Points P and Q lies on side AB and AC of triangle ABC respectively such that segment PQ is parallel to side BC. If the ratio of areas of triangle APQ and triangle ABC is 9:16, then what is the ratio of AP:PB?

In $$\triangle$$ APQ and $$\triangle$$ ABC

$$\angle$$ PAQ = $$\angle$$ BAC  (common)

$$\angle$$ APQ = $$\angle$$ ABC   (Alternate interior angles)

$$\angle$$ AQP = $$\angle$$ ACB    (Alternate interior angles)

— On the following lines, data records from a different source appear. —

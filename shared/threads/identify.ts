// Identifies a thread from what a person can measure at the dock: a caliper reading across the crests,
// a thread-gauge count, a flank-angle gauge and (if taken) a taper check. Near-identical threads from
// different standards are the trap here, so the answer says when the measurements cannot separate them.

import { MM_PER_IN } from '../units';
import { FAMILY_SIDES, THREAD_TABLE, type ThreadFamily, type ThreadForm, type ThreadSide, type ThreadSpecRow } from './thread-table';

export interface ThreadMeasurement {
  /** Caliper reading across the crests; on a tapered thread, at the large end. */
  majorDiameterMm: number;
  pitchMm?: number;
  threadsPerInch?: number;
  flankAngleDeg?: number;
  /** Result of measuring the diameter at two points along the thread, when done. */
  taper?: ThreadForm;
  /** The side the measured thread is on, when known (a drum opening's is internal): rows never made on it are left out. */
  side?: ThreadSide;
}

export interface IdentifyOptions {
  /** Floor of the diameter tolerance, mm. */
  diameterToleranceMm?: number;
  /** Diameter tolerance as a percentage of the row's major diameter; the larger of the two applies. */
  diameterTolerancePct?: number;
  /** Pitch tolerance as a percentage of the row's pitch. */
  pitchTolerancePct?: number;
  /** Flank-angle tolerance, degrees. */
  flankToleranceDeg?: number;
}

// Diameter: max(0.6 mm, 2 %). A worn or tapered male thread read with a caliper is easily half a
// millimetre off, and the 1:16 NPT taper alone moves the reading about 1 mm along a 2 in thread; at
// that tolerance G 2 (59.614 mm) and 2 in NPS/NPT (60.325 mm) overlap, as they do in real life, while
// G 2 and a 56 mm buttress stay apart.
// Pitch: 1.5 %, a third of the 4.3 % gap between 11 and 11.5 threads per inch, the closest pair.
// Flank: 2.5 deg, half the gap between 55 and 60 deg.
export const DEFAULT_IDENTIFY_OPTIONS: Required<IdentifyOptions> = {
  diameterToleranceMm: 0.6,
  diameterTolerancePct: 2,
  pitchTolerancePct: 1.5,
  flankToleranceDeg: 2.5,
};

export interface ThreadMatch {
  code: string;
  standard: string;
  family: ThreadFamily;
  nominalLabel: string;
  form: ThreadForm;
  majorDiameterMm: number;
  pitchMm: number;
  threadsPerInch: number;
  flankAngleDeg: number;
  /** |measured - table| major diameter, mm. */
  deltaMm: number;
  /** |measured - table| pitch, mm; present when a pitch or count was given. */
  pitchDeltaMm?: number;
  /** |measured - table| flank angle, deg; present when an angle was given. */
  flankDeltaDeg?: number;
}

export interface ThreadIdentification {
  /** Candidates best first; empty when nothing in the table fits. */
  matches: ThreadMatch[];
  /** True when more than one candidate fits what was measured. */
  ambiguous: boolean;
  /** What to do next, in plain words. */
  advice: string;
}

function positiveOrThrow(name: string, value: number | undefined): void {
  if (value === undefined) return;
  if (!Number.isFinite(value) || value <= 0) {
    throw new RangeError(`${name} must be a positive number, got ${String(value)}`);
  }
}

/** Tolerance on major diameter for a table row, mm. */
export function diameterToleranceFor(row: Pick<ThreadSpecRow, 'majorDiameterMm'>, opts: IdentifyOptions = {}): number {
  const o = { ...DEFAULT_IDENTIFY_OPTIONS, ...opts };
  return Math.max(o.diameterToleranceMm, (o.diameterTolerancePct / 100) * row.majorDiameterMm);
}

const round3 = (x: number): number => Math.round(x * 1000) / 1000;

function formatTpi(tpi: number): string {
  return String(Math.round(tpi * 100) / 100);
}

export function identifyThread(input: ThreadMeasurement, table: readonly ThreadSpecRow[] = THREAD_TABLE, opts: IdentifyOptions = {}): ThreadIdentification {
  positiveOrThrow('majorDiameterMm', input.majorDiameterMm);
  positiveOrThrow('pitchMm', input.pitchMm);
  positiveOrThrow('threadsPerInch', input.threadsPerInch);
  positiveOrThrow('flankAngleDeg', input.flankAngleDeg);
  const o = { ...DEFAULT_IDENTIFY_OPTIONS, ...opts };

  // A direct pitch reading wins over a count; both name the same quantity.
  const measuredPitch = input.pitchMm ?? (input.threadsPerInch !== undefined ? MM_PER_IN / input.threadsPerInch : undefined);
  const notes: string[] = [];
  if (input.pitchMm !== undefined && input.threadsPerInch !== undefined) {
    const fromCount = MM_PER_IN / input.threadsPerInch;
    if (Math.abs(fromCount - input.pitchMm) > (o.pitchTolerancePct / 100) * input.pitchMm) {
      notes.push(`The pitch (${input.pitchMm} mm) and the count (${input.threadsPerInch} per inch) you entered disagree; the pitch was used, so recount.`);
    }
  }

  const matches: ThreadMatch[] = [];
  for (const row of table) {
    const deltaMm = Math.abs(input.majorDiameterMm - row.majorDiameterMm);
    if (deltaMm > diameterToleranceFor(row, o)) continue;

    let pitchDeltaMm: number | undefined;
    if (measuredPitch !== undefined) {
      pitchDeltaMm = Math.abs(measuredPitch - row.pitchMm);
      if (pitchDeltaMm > (o.pitchTolerancePct / 100) * row.pitchMm) continue;
    }

    let flankDeltaDeg: number | undefined;
    if (input.flankAngleDeg !== undefined) {
      flankDeltaDeg = Math.abs(input.flankAngleDeg - row.flankAngleDeg);
      if (flankDeltaDeg > o.flankToleranceDeg) continue;
    }

    if (input.taper !== undefined && input.taper !== row.form) continue;
    if (input.side !== undefined && !FAMILY_SIDES[row.family].includes(input.side)) continue;

    matches.push({
      code: row.code,
      standard: row.standard,
      family: row.family,
      nominalLabel: row.nominalLabel,
      form: row.form,
      majorDiameterMm: row.majorDiameterMm,
      pitchMm: row.pitchMm,
      threadsPerInch: row.threadsPerInch,
      flankAngleDeg: row.flankAngleDeg,
      deltaMm,
      ...(pitchDeltaMm !== undefined ? { pitchDeltaMm } : {}),
      ...(flankDeltaDeg !== undefined ? { flankDeltaDeg } : {}),
    });
  }

  // Rounded to 0.001 mm so rows with the same published size tie and keep table order.
  // Array.prototype.sort is stable, so equal rows keep table order.
  matches.sort((a, b) => round3(a.deltaMm) - round3(b.deltaMm) || (a.pitchDeltaMm ?? 0) - (b.pitchDeltaMm ?? 0) || (a.flankDeltaDeg ?? 0) - (b.flankDeltaDeg ?? 0));

  const ambiguous = matches.length > 1;
  const advice = [...notes, adviceFor(input, matches, o)].join(' ');
  return { matches, ambiguous, advice };
}

/** For each value, the matches that have it: "11.5 for 2 in NPS or 2 in NPT, 11 for G 2". */
function whichHas<V>(values: Set<V>, of: (m: ThreadMatch) => V, say: (v: V) => string, matches: ThreadMatch[]): string {
  const labelsWith = (v: V) => matches.filter((m) => of(m) === v).map((m) => m.nominalLabel);
  return [...values].map((v) => `${say(v)} for ${labelsWith(v).join(' or ')}`).join(', ');
}

function adviceFor(input: ThreadMeasurement, matches: ThreadMatch[], o: Required<IdentifyOptions>): string {
  if (matches.length === 0) {
    return (
      `No thread in the table fits ${input.majorDiameterMm} mm${input.pitchMm || input.threadsPerInch ? ' at that pitch' : ''}. ` +
      'Measure the diameter again across the thread crests with a caliper (at the large end if the thread narrows), ' +
      'count threads per inch with a thread gauge, and if it still does not fit, ask for this thread to be added to the table.'
    );
  }

  const steps: string[] = [];
  const tpis = new Set(matches.map((m) => m.threadsPerInch));
  const flanks = new Set(matches.map((m) => m.flankAngleDeg));
  const forms = new Set(matches.map((m) => m.form));

  if (matches.length === 1) {
    const m = matches[0]!;
    const checks: string[] = [];
    if (input.pitchMm === undefined && input.threadsPerInch === undefined) {
      checks.push(`count threads per inch with a thread gauge (expect ${formatTpi(m.threadsPerInch)})`);
    }
    if (input.flankAngleDeg === undefined) {
      checks.push(`check the flank angle with a gauge (expect ${m.flankAngleDeg} degrees)`);
    }
    if (input.taper === undefined && m.family !== 'buttress') {
      checks.push(`check for taper by measuring the diameter at two points (expect ${m.form === 'tapered' ? 'a taper' : 'no taper'})`);
    }
    const confirm = checks.length > 0 ? ` To be sure, ${checks.join('; ')}.` : '';
    return `This is ${m.nominalLabel} (${m.standard}).${confirm}`;
  }

  if (tpis.size > 1) {
    steps.push(`Count threads per inch with a thread gauge: ${whichHas(tpis, (m) => m.threadsPerInch, formatTpi, matches)}.`);
  }
  if (flanks.size > 1) {
    steps.push(
      `Check the flank angle with a thread gauge: ${whichHas(
        flanks,
        (m) => m.flankAngleDeg,
        (deg) => `${deg} degrees`,
        matches,
      )}.`,
    );
  }
  if (forms.size > 1) {
    // 1:16 taper on diameter (ASME B1.20.1 for NPT, ISO 7-1 for R and Rc): 25 mm along changes it by about 1.6 mm.
    const tapered = matches.filter((m) => m.form === 'tapered').map((m) => m.nominalLabel);
    steps.push(
      `Check for taper by measuring the diameter at two points about 25 mm apart along the thread: a tapered thread (${tapered.join(' or ')}) changes by about 1.6 mm, a parallel one does not.`,
    );
  }
  if (steps.length === 0) {
    steps.push('These cannot be told apart by measuring; compare with a fitting whose thread is known.');
  }
  const names = matches.map((m) => m.nominalLabel).join(', ');
  const tol = diameterToleranceFor(matches[0]!, o).toFixed(1);
  return `More than one thread fits what you measured (within ${tol} mm): ${names}. ${steps.join(' ')}`;
}

/** Anything that carries a thread spec code. */
export type ThreadCodeLike = string | { code: string } | { threadCode: string | null } | null | undefined;

function codeOf(x: ThreadCodeLike): string | null {
  if (x === null || x === undefined) return null;
  if (typeof x === 'string') return x.trim() || null;
  if ('code' in x) return x.code.trim() || null;
  return x.threadCode?.trim() || null;
}

/**
 * The one rule for "do these threads match": same spec code. Never compare nominal sizes: 2 in NPS and
 * G 2 share a nominal size and do not mate. An unknown (null or empty) code matches nothing.
 */
export function threadSpecEquals(a: ThreadCodeLike, b: ThreadCodeLike): boolean {
  const ca = codeOf(a);
  const cb = codeOf(b);
  return ca !== null && cb !== null && ca === cb;
}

=> $$\triangle$$ APQ $$\sim$$ $$\triangle$$ ABC

=> Ratio of Area of ΔAPQ : Area of ΔABC = Ratio of square of corresponding sides = $$(AP)^2$$ : $$(AB)^2$$

=> $$\frac{9}{16} = \frac{(AP)^2}{(AB)^2}$$

=> $$\frac{AP}{AB} = \sqrt{\frac{9}{16}} = \frac{3}{4}$$

Also, PB = AB - AP

=> $$\frac{AP}{PB} = \frac{3}{4-3} = \frac{3}{1}$$

=> Ans - (D)